Hauptschnur, Feederboom,Stopperperle ggf. auch ein kleines Blei,Wirbel, Vorfach und Haken?
Was sagt ihr dazu?


----------



## Brassenkönig (25. Januar 2005)

*AW: Futterkorb-Montagen*

Ich fische genau mit der gleichen Montage wie du und ich bin damit sehr erfolgreich. Die Montage ist schnell und einfach zu montieren und man hat durch den Feederboom so gut wie keine Schnursalate.


----------



## bernie1 (25. Januar 2005)

*AW: Futterkorb-Montagen*

powergum systeem Schuivend systeem in lus Vaste lus montage Schuivend systeem met tonwartel Schuivend systeem met stopper 
	

	
	
		
		

		
			






aus Holland



http://www.lutz-huelsse.de/themen/angelgeraete/knoten/knoten_text/knoten_1.htm



http://people.freenet.de/ernst-spangenberger/grundangeln.htm



http://www.angeln.de/praxis/friedfisch/feeder.htm



[font=Arial,Helvetica,Geneva,Swiss,SunSans-Regular][size=-1]
	

	
	
		
		

		
		
	


	




[/size][/font]
​

Hi, the doctor

Hier einige Links und meine Montage

Petri Heil

Bernie1


----------



## feeder-peter (25. Januar 2005)

*AW: Futterkorb-Montagen*

Hallo Doctor,

Ich persönlich fische überhaupt nicht mehr mit Feederbooms, ich binde mir eine Schlaufenmontage, geht genauso schnell wie ein Boom befestigen und hat meiner Meinung viele Vorteile gegenüber einem Boom.
Die Schlaufenmontage ist sensibeler in der Bissanzeige, bietet bei richtig gewählter Schlaufengröße einen selbsthakeffekt und der wichtigste aspekt für diese Montage ist die Verwicklungsfreiheit.
Die gehassten Überschläge gehen fast gegen Null was man von einem Boom nicht behaupten kann. Ein Bomm kann auch im Drill dicker Fische die Schnur beschädigen und zum zerreißen bringen.
Soll die Schnur  frei auf der Hauptschnur laufen benutze ich Ledger Beads (Bomm ohne Tube) mit einer vorgeschalteten Gummiperle.
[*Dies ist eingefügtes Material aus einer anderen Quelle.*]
def chaos(tap, seed, nparts=16):
    """Three daemons, 16 partitions, SIGKILLs at random moments and a
    broker down and up while records flow; then the union of the
    daemons' tallies equals the produced records exactly, and the
    records and rejections they counted equal one `stopcock replay` of
    the same lines."""
    rng = random.Random(seed)
    mock = Mock(nparts, "kafka-mock-chaos-%d" % seed)
    ds = []
    try:
        feed = Feed(mock, seed=seed, bad_rate=0.05)
        for i in range(3):
            ds.append(kafka_daemon("kafka-chaos%d-%d" % (seed, i), mock,
                                   "chaos", "it-chaos-%d" % i,
                                   commit_every="300ms"))
        everything = set(range(nparts))

        def owned_all():
            ps = [partitions(d) for d in ds]
            return sum(len(p) for p in ps) == nparts and \
                set().union(*ps) == everything

        tap.ok(wait_for(owned_all, 60), "seed %d: three daemons share the "
               "%d partitions" % (seed, nparts))

        # three shops' worth, so every partition carries a few
        exps = ["%s_%s" % (e, shop) for e in EXPS
                for shop in ("north", "south", "mill")]

        def paced(n):
            for i in range(n):
                feed.message(feed.rng.choice(exps))
                if i % 20 == 19:
                    feed.mock.flush()
                    time.sleep(0.1)
            feed.mock.flush()
        producer = threading.Thread(target=paced, args=(1200,))
        producer.start()
        kills = 0
        while producer.is_alive() and kills < 6:
            time.sleep(rng.uniform(0.5, 2.0))
            victim = rng.choice(ds)
            if not victim.alive():
                continue
            victim.kill9()
            kills += 1
            if kills == 2:	# and a broker goes down for 2 s meanwhile
                tap.eq(mock.cmd("bounce 2 2000"), "ok", "seed %d: broker 2 "
                       "down for 2 s" % seed)
            time.sleep(rng.uniform(0, 1.0))
            victim.start()
        producer.join()
        for d in ds:
            if not d.alive():
                d.start()
        total = mock.sent
        tap.eq(mock.flush(), (total, 0), "seed %d: all %d messages "
               "delivered to the cluster (the reference counts them all)"
               % (seed, total))
        tap.ok(kills >= 2, "seed %d: %d daemons killed with SIGKILL while "
               "records flowed" % (seed, kills))

        def counted():
            return sum(messages(d) for d in ds)
        if not tap.ok(wait_for(lambda: owned_all() and counted() == total,
                               120),
                      "seed %d: the daemons' partitions count the %d "
                      "messages produced, exactly" % (seed, total),
                      "counted %r" % counted()):
            for i, d in enumerate(ds):
                tap.diag("daemon %d: %s" % (i, " ".join(
                    "%s{%s}=%g" % (n[15:], ",".join(
                        "%s" % v for v in l.values()), v)
                    for n, l, v in metrics(d)
                    if n in ("stopcock_kafka_partition_offset",
                             "stopcock_kafka_partition_lag",
                             "stopcock_kafka_partition_owned"))))
        union, where = {}, {}
        for i, d in enumerate(ds):
            for key, v in tallies(d).items():
                where.setdefault(key[0], set()).add(i)
                union[key] = v
        tap.ok(all(len(w) == 1 for w in where.values()),
               "seed %d: each experiment lives in one daemon" % seed)
        compare(tap, union, feed.want, "seed %d: the union of the three "
                "daemons' tallies equals the produced records" % seed)
        _, summary = replay(ds[0].conf_path, feed.lines)

        def metric_sum(name):
            return sum(v for d in ds for n, l, v in metrics(d) if n == name)
        got = (metric_sum("stopcock_kafka_records_total"),
               metric_sum("stopcock_kafka_rejected_total"))
        tap.eq(got, (float(summary["records"]), float(summary["rejected"])),
               "seed %d: records applied and rejected, per partition and "
               "summed, equal one stopcock replay of the same lines" % seed)
    finally:
        for d in ds:
            d.close()
        mock.close()
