import { QueryCache, QueryClient } from '@tanstack/react-query';
import { ApiError, NetworkError } from '../lib/api-client.ts';
import { authKeys } from '../features/auth/api/auth-keys.ts';

/**
 * The app's QueryClient.
 *
 * - A 401 on any query means the session ended (expired, or signed out in another tab): `me`
 *   becomes null and the route guard sends the person to sign-in, then back to the same page.
 * - An answer from the server (4xx, 5xx) is not retried: asking again gives the same answer.
 *   Only "could not reach the server" is retried, twice.
 */
export function createAppQueryClient(): QueryClient {
  const queryClient: QueryClient = new QueryClient({
    queryCache: new QueryCache({
      onError: (error, query) => {
        if (error instanceof ApiError && error.status === 401 && query.queryKey[0] !== authKeys.all[0]) {
          queryClient.setQueryData(authKeys.me(), null);
        }
      },
    }),
    defaultOptions: {
      queries: {
        staleTime: 30_000,
        retry: (failureCount, error) => error instanceof NetworkError && failureCount < 2,
      },
    },
  });
  return queryClient;
}
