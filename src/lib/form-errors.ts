import type { z } from 'zod';
import { ApiError } from './api-client.ts';

/** Messages for named fields, and one for the form as a whole. */
export interface FormErrors<Field extends string> {
  fields: Partial<Record<Field, string>>;
  form?: string;
}

/** The field an issue's path names: its first segment after a `changes.` wrapper (PATCH bodies). */
function fieldOfPath(path: string): string {
  const segments = path.split('.').filter(Boolean);
  return (segments[0] === 'changes' ? segments[1] : segments[0]) ?? '';
}

/** Spreads issues (zod's, or the server's 400 `issues`) over the fields they name; the rest go to the form. */
export function placeIssues<Field extends string>(
  issues: readonly { path: string; message: string }[],
  knownFields: readonly Field[],
): FormErrors<Field> {
  const result: FormErrors<Field> = { fields: {} };
  const unplaced: string[] = [];
  for (const issue of issues) {
    const field = knownFields.find((f) => f === fieldOfPath(issue.path));
    if (field) result.fields[field] ??= issue.message;
    else unplaced.push(issue.message);
  }
  if (unplaced.length > 0) result.form = [...new Set(unplaced)].join(' ');
  return result;
}

/** A client-side zod failure, placed at the fields. */
export function zodFormErrors<Field extends string>(error: z.ZodError, knownFields: readonly Field[]): FormErrors<Field> {
  return placeIssues(
    error.issues.map((issue) => ({ path: issue.path.map(String).join('.'), message: issue.message })),
    knownFields,
  );
}

/**
 * A failed request, placed at the fields its issues name; any other message at the form.
 * `conflictField` names the field a 409 without issues is about (a reference already taken).
 */
export function requestFormErrors<Field extends string>(error: unknown, knownFields: readonly Field[], conflictField?: Field): FormErrors<Field> {
  if (error instanceof ApiError) {
    if (error.issues.length > 0) return placeIssues(error.issues, knownFields);
    if (error.status === 409 && conflictField) return { fields: { [conflictField]: error.message } as Partial<Record<Field, string>> };
    return { fields: {}, form: error.message };
  }
  return { fields: {}, form: error instanceof Error ? error.message : 'That did not work. Try again.' };
}

/** The first field (in form order) that has an error, to put the cursor on. */
export function firstFieldWithError<Field extends string>(errors: FormErrors<Field>, order: readonly Field[]): Field | undefined {
  return order.find((field) => errors.fields[field] !== undefined);
}

/**
 * Reads a number typed as text: blank is null, a plain decimal is a number; anything else is kept
 * as text so the zod schema answers with its own words ("Ze must be a number.").
 */
export function numberOrText(text: string): number | null | string {
  const trimmed = text.trim();
  if (trimmed === '') return null;
  return /^[-+]?(\d+\.?\d*|\.\d+)$/.test(trimmed) ? Number(trimmed) : trimmed;
}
Meine Vorfächer binde ich mir je nach Bedürfniss zu beginn auf 80-100 cm und kürze es wenn es das Beissverhalten erfordert in 10 cm Schritten ein.

Ich fische in der Regel mit 0,20 mm Monofil nur bei Entfehrnungen über 50 m kommt eine geflochtene 0.12 mm zum Einsatz, vor diese kommt eine Schlagschnur aus Mono in doppelter Rutenlänge.

Gruß, feeder-peter


----------



## the doctor (25. Januar 2005)

*AW: Futterkorb-Montagen*

Willkommen hier im AB!!!!

Wie mache ich denn eine sogenannte Schlaufenmontage?Hört sich interessant an#6


----------



## feeder-peter (25. Januar 2005)

*AW: Futterkorb-Montagen*

[font=Tahoma, Helvetica, Verdana, Arial, sans-serif]Hallo doctor,

 hier hast du ein paar infos übers feedern auch den Montagenaufbau hab ich beschrieben.

Mein Bericht bezieht sich gundsetzlich auf feedern im Stillgewässer, wobei Angaben für Fliesgewässer im Text enthalten sind. 
Auser dem sollten sich Fachleute nicht auf den Slips getreten fühlen meine Angaben sind Erfahrungswerte und Hilfen für Einsteiger. 




Rute und Spitzen Wahl:  





Bei Feederruten unterscheidet man zwischen verschiedenen Modellen.  





Light (Picker), Medium, Heavy, X Heavy, XX Heavy.  





In meinem Bericht möchte ich nur auf die Zwei wichtigsten eingehen, der Medium und der Heavy Feeder.  





Die Medium ist ein wahrer Allrounder mit einem Wurfgewicht bis ca. 90g  
kann sie in fast allen Situationen eingesetzt werden, mit Ausnahme von Stark strömenden Gewässern.  
Die Heavy wird immer dann eingesetzt wenn die Medium an ihre Grenzen stößt, z.B. im See bei Körben über 100g und bei Entfernungen über ca. 50 m. 
In diesem Fall ist es im Fliesswasser ähnlich.  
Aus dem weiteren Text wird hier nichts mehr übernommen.